### Excerpts from a dataset

========================================

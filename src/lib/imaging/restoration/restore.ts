import { clippedFraction } from '../analysis/clipping';
import { estimateNoiseSigma } from '../analysis/noise';
import { recoverability, type Recoverability } from '../analysis/recoverability';
import { linearToSrgbArray } from '../colour';
import type { FftBackend } from '../fft/backend';
import type { BlockParallelism } from '../fft/parallel';
import { defaultFftBackend } from '../fft/default-backend';
import { buildKernel } from '../kernels/build';
import { kernelSpecSchema, type KernelSpec } from '../kernels/spec';
import { createPlane, isContiguous, planeValues, type Plane, type RasterImage } from '../types';
import { ENGINE_VERSION } from '../version';
import { chooseAutoSettings, type AutoSettings } from './auto';
import { imageToLinear } from './linear-light';
import { richardsonLucy } from './richardson-lucy';
import { Workspace } from './workspace';
import { wienerDeconvolve, wienerPadding } from './wiener';

/** What to run; every field is written to the run record as resolved. */
export interface RestoreOptions {
	method: 'wiener' | 'rl' | 'rltv' | 'auto';
	/** Wiener noise-to-signal ratio (or Laplacian weight); 'auto' derives it from the noise estimate. @default 'auto' */
	nsr?: number | 'auto';
	/** Wiener regulariser. @default 'constant' for 'wiener' */
	regulariser?: 'constant' | 'laplacian';
	/** Richardson–Lucy iterations. @default 30 */
	iterations?: number;
	/** Biggs–Andrews acceleration. @default true */
	accelerate?: boolean;
	/** RL-TV weight λ. @default 0.002 for 'rltv' */
	tv?: number;
	/** RL stopping rule. @default { relativeChange: 1e-4 } */
	stopping?: { relativeChange?: number };
	/** @default 'taper' for Wiener, 'extended' for Richardson–Lucy */
	boundary?: 'taper' | 'extended' | 'circular';
	/** Deconvolve in linear light (sRGB decoded first, re-encoded after). @default true */
	linearLight?: boolean;
}

export interface RestoreHooks {
	/** Called after each unit of work: one RL iteration or one Wiener channel. */
	onProgress?: (done: number, total: number) => void;
	signal?: AbortSignal;
	fft?: FftBackend;
	/** Buffers and kernel transfer functions shared by the channels of one image (restore() makes one per call). */
	workspace?: Workspace;
	/**
	 * {@link restorePlane} may write a Wiener result into the input plane's own buffer (the caller
	 * owns it and no longer needs it), saving one plane-sized allocation per channel. @default false
	 */
	overwriteInput?: boolean;
}

/** The replayable record of one restoration. */
export interface RunRecord {
	engineVersion: string;
	method: string;
	resolvedMethod: 'wiener' | 'rl' | 'rltv';
	parameters: Record<string, unknown>;
	kernel: KernelSpec;
	kernelSize: [number, number];
	colour: { linearLight: boolean; channels: number };
	boundary: string;
	padding: { mode: string; rows?: number; cols?: number; top?: number; left?: number; margin?: [number, number]; fft: string };
	input: { width: number; height: number; clippedFraction: number; noiseSigma: number };
	recoverability: Recoverability;
	iterationsRun?: number;
}

/** Fully resolved per-plane settings (what {@link restorePlane} runs). */
export type PlaneSettings =
	| { method: 'wiener'; nsr: number; regulariser: 'constant' | 'laplacian'; boundary: 'taper' | 'extended' | 'circular' }
	| {
			method: 'rl' | 'rltv';
			iterations: number;
			accelerate: boolean;
			tv: number;
			relativeChange: number;
			boundary: 'taper' | 'extended' | 'circular';
			/** Start RL from a Wiener estimate with these settings (used by 'auto'). */
			wienerStart?: { nsr: number; regulariser: 'constant' | 'laplacian' };
	  };

/**
 * Restore one plane with resolved settings: Wiener, or Richardson–Lucy / RL-TV optionally started
 * from a Wiener estimate. Pure: arrays in, a new array out. Values are not clipped here.
 */
export function restorePlane(
	plane: Plane,
	psf: Plane,
	settings: PlaneSettings,
	hooks: RestoreHooks = {}
): { plane: Plane; iterationsRun?: number } {
	const fft = hooks.fft ?? defaultFftBackend();
	if (settings.method === 'wiener') {
		hooks.signal?.throwIfAborted();
		const output = hooks.overwriteInput && isContiguous(plane) ? plane : undefined;
		const out = wienerDeconvolve(plane, psf, { nsr: settings.nsr, regulariser: settings.regulariser, boundary: settings.boundary, fft, workspace: hooks.workspace, output });
		hooks.onProgress?.(1, 1);
		return { plane: out };
	}
	const initial = settings.wienerStart
		? wienerDeconvolve(plane, psf, { ...settings.wienerStart, boundary: settings.boundary === 'circular' ? 'circular' : 'taper', fft, workspace: hooks.workspace })
		: undefined;
	const result = richardsonLucy(plane, psf, {
		iterations: settings.iterations,
		accelerate: settings.accelerate,
		tv: settings.tv,
		relativeChange: settings.relativeChange,
		boundary: settings.boundary,
		initial,
		fft,
		onProgress: hooks.onProgress,
		signal: hooks.signal
	});
	return { plane: result.plane, iterationsRun: result.iterationsRun };
}

/** `luminance` is only computed when the settings depend on the image (auto method or NSR). */
function resolveSettings(options: RestoreOptions, noiseSigma: number, psf: Plane, luminance: () => Plane): { settings: PlaneSettings; auto?: AutoSettings } {
	const method = options.method;
	if (method === 'auto') {
		const auto = chooseAutoSettings(luminance(), psf, noiseSigma);
		return { settings: auto.settings, auto };
	}
	if (method === 'wiener') {
		const regulariser = options.regulariser ?? 'constant';
		const nsr = options.nsr === undefined || options.nsr === 'auto' ? chooseAutoSettings(luminance(), psf, noiseSigma).wienerNsr(regulariser) : options.nsr;
		return { settings: { method, nsr, regulariser, boundary: options.boundary ?? 'taper' } };
	}
	if (method === 'rl' || method === 'rltv') {
		return {
			settings: {
				method,
				iterations: options.iterations ?? 30,
				accelerate: options.accelerate ?? true,
				tv: method === 'rltv' ? (options.tv ?? 0.002) : 0,
				relativeChange: options.stopping?.relativeChange ?? 1e-4,
				boundary: options.boundary ?? 'extended'
			}
		};
	}
	throw new RangeError(`unknown method ${String(method)}`);
}

function validateOptions(options: RestoreOptions): void {
	if (typeof options.nsr === 'number' && (!(options.nsr >= 0) || !Number.isFinite(options.nsr))) throw new RangeError(`nsr must be finite and ≥ 0, got ${options.nsr}`);
	if (options.iterations !== undefined && (!Number.isInteger(options.iterations) || options.iterations < 0)) throw new RangeError(`iterations must be a non-negative integer, got ${options.iterations}`);
	if (options.tv !== undefined && !(options.tv >= 0 && options.tv < 0.25)) throw new RangeError(`tv must lie in [0, 0.25), got ${options.tv}`);
	if (options.method === 'rl' && options.tv) throw new RangeError("tv applies to method 'rltv', not 'rl'");
}

/**
 * Restore a photograph: validate the kernel spec, build the PSF, decode to linear light (default),
 * restore every channel with the same resolved settings, clip to [0, 1], re-encode, and return the
 * run record needed to replay the result bit for bit with the same ENGINE_VERSION.
 * Auto mode and automatic NSR use only the input (Immerkær noise estimate) and the kernel.
 * @throws RangeError for an invalid spec or options, or an image smaller than the kernel.
 */
export function restore(img: RasterImage, kernel: KernelSpec, options: RestoreOptions, hooks: RestoreHooks = {}): { image: RasterImage; record: RunRecord } {
	const parsed = kernelSpecSchema.safeParse(kernel);
	if (!parsed.success) throw new RangeError(`invalid kernel spec: ${parsed.error.issues.map((i) => i.message).join('; ')}`);
	if (img.planes.length !== 1 && img.planes.length !== 3) throw new RangeError(`image must have 1 or 3 planes, got ${img.planes.length}`);
	for (const p of img.planes) {
		if (p.shape[0] !== img.height || p.shape[1] !== img.width) throw new RangeError('plane size differs from the image size');
	}
	validateOptions(options);
	const psf = buildKernel(parsed.data);
	const linearLight = options.linearLight ?? true;
	const fft = hooks.fft ?? defaultFftBackend();
	const working = linearLight ? imageToLinear(img, fft.parallel) : img;
	const sigmas = working.planes.map((p) => estimateNoiseSigma(p));
	const noiseSigma = sigmas.reduce((a, b) => a + b, 0) / sigmas.length;
	const { settings, auto } = resolveSettings(options, noiseSigma, psf, () => meanPlane(working.planes));
	const channels = working.planes.length;
	const unitsPerChannel = settings.method === 'wiener' ? 1 : Math.max(1, settings.iterations);
	const total = channels * unitsPerChannel;
	let iterationsRun: number | undefined;
	const workspace = new Workspace();
	const encode = linearLight && img.transfer === 'srgb';
	const restored = working.planes.map((plane, c) => {
		const result = restorePlane(plane, psf, settings, {
			fft,
			workspace,
			// The working planes are restore()'s own copies unless the input is used as it is.
			overwriteInput: working !== img,
			signal: hooks.signal,
			onProgress: (done) => hooks.onProgress?.(c * unitsPerChannel + done, total)
		});
		if (result.iterationsRun !== undefined) iterationsRun = Math.max(iterationsRun ?? 0, result.iterationsRun);
		return finishPlane(result.plane, encode, fft.parallel);
	});
	const image: RasterImage = { ...working, planes: restored, transfer: encode ? 'srgb' : working.transfer };
	const [kh, kw] = psf.shape;
	const padding =
		settings.method === 'wiener' || settings.wienerStart
			? { mode: settings.boundary === 'circular' ? 'periodic' : 'mirror-pad + edge taper (PSF autocorrelation)', ...wienerPadding(img.height, img.width, [kh, kw], settings.boundary === 'circular' ? 'circular' : 'taper', fft), fft: fft.name }
			: { mode: settings.boundary === 'extended' ? 'extended domain, observed-region data term' : settings.boundary === 'taper' ? 'edge taper, periodic' : 'periodic', margin: settings.boundary === 'extended' ? ([kh - 1, kw - 1] as [number, number]) : undefined, fft: fft.name };
	const record: RunRecord = {
		engineVersion: ENGINE_VERSION,
		method: options.method,
		resolvedMethod: settings.method,
		parameters: { ...settings, ...(auto ? { auto: auto.rationale } : {}), noiseSigmaPerChannel: sigmas, outputClipped: [0, 1] },
		kernel: parsed.data,
		kernelSize: [kh, kw],
		colour: { linearLight, channels },
		boundary: settings.boundary,
		padding,
		input: { width: img.width, height: img.height, clippedFraction: clippedFraction(img), noiseSigma },
		recoverability: recoverability(psf, [img.height, img.width], noiseSigma),
		...(iterationsRun !== undefined ? { iterationsRun } : {})
	};
	return { image, record };
}

/**
 * Values outside [0, 1] cannot be stored in the output file (clipping is recorded in the run record);
 * then re-encode to sRGB when asked. Done in place on the restorer's own new plane, so no further
 * full-size copies exist at the end of a large restoration (they set its peak memory). A plane in a
 * thread pool's shared memory is finished by all its threads, rows split between them.
 */
function finishPlane(plane: Plane, encode: boolean, parallel: BlockParallelism | undefined): Plane {
	const values = planeValues(plane);
	const [height, width] = plane.shape;
	const shared = typeof SharedArrayBuffer !== 'undefined' && values.buffer instanceof SharedArrayBuffer;
	if (parallel?.rows && shared && values.length >= PARALLEL_MIN_VALUES) parallel.rows({ kind: 'finish', values, rows: height, cols: width, encode });
	else finishRange(values, encode, 0, values.length);
	return createPlane(height, width, values);
}

/** Smallest plane whose finishing is split between threads (common practice, no source). */
const PARALLEL_MIN_VALUES = 2 ** 19;

/** {@link finishPlane} of values [first, end): clip to [0, 1], then sRGB-encode if asked. */
export function finishRange(values: Float32Array, encode: boolean, first: number, end: number): void {
	for (let i = first; i < end; i++) values[i] = Math.min(1, Math.max(0, values[i]));
	if (encode) linearToSrgbArray(values.subarray(first, end), values.subarray(first, end));
}

/** Channel mean, used only to pick auto settings once for all channels. */
function meanPlane(planes: Plane[]): Plane {
	if (planes.length === 1) return planes[0];
	const [h, w] = planes[0].shape;
	const out = createPlane(h, w);
	for (const p of planes) {
		const v = planeValues(p);
		for (let i = 0; i < v.length; i++) out.data[i] += v[i] / planes.length;
	}
	return out;
}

========================================

### PROMPT
Of all the entries above, repeat only the lines from the line that has "boundary: string;" to the line that has "const initial = settings.wienerStart", both lines included, exactly.

### SOLUTION TO THE EXERCISE
	boundary: string;
	padding: { mode: string; rows?: number; cols?: number; top?: number; left?: number; margin?: [number, number]; fft: string };
	input: { width: number; height: number; clippedFraction: number; noiseSigma: number };
	recoverability: Recoverability;
	iterationsRun?: number;
}

/** Fully resolved per-plane settings (what {@link restorePlane} runs). */
export type PlaneSettings =
	| { method: 'wiener'; nsr: number; regulariser: 'constant' | 'laplacian'; boundary: 'taper' | 'extended' | 'circular' }
	| {
			method: 'rl' | 'rltv';
			iterations: number;
			accelerate: boolean;
			tv: number;
			relativeChange: number;
			boundary: 'taper' | 'extended' | 'circular';
			/** Start RL from a Wiener estimate with these settings (used by 'auto'). */
			wienerStart?: { nsr: number; regulariser: 'constant' | 'laplacian' };
	  };

/**
 * Restore one plane with resolved settings: Wiener, or Richardson–Lucy / RL-TV optionally started
 * from a Wiener estimate. Pure: arrays in, a new array out. Values are not clipped here.
 */
export function restorePlane(
	plane: Plane,
	psf: Plane,
	settings: PlaneSettings,
	hooks: RestoreHooks = {}
): { plane: Plane; iterationsRun?: number } {
	const fft = hooks.fft ?? defaultFftBackend();
	if (settings.method === 'wiener') {
		hooks.signal?.throwIfAborted();
		const output = hooks.overwriteInput && isContiguous(plane) ? plane : undefined;
		const out = wienerDeconvolve(plane, psf, { nsr: settings.nsr, regulariser: settings.regulariser, boundary: settings.boundary, fft, workspace: hooks.workspace, output });
		hooks.onProgress?.(1, 1);
		return { plane: out };
	}
	const initial = settings.wienerStart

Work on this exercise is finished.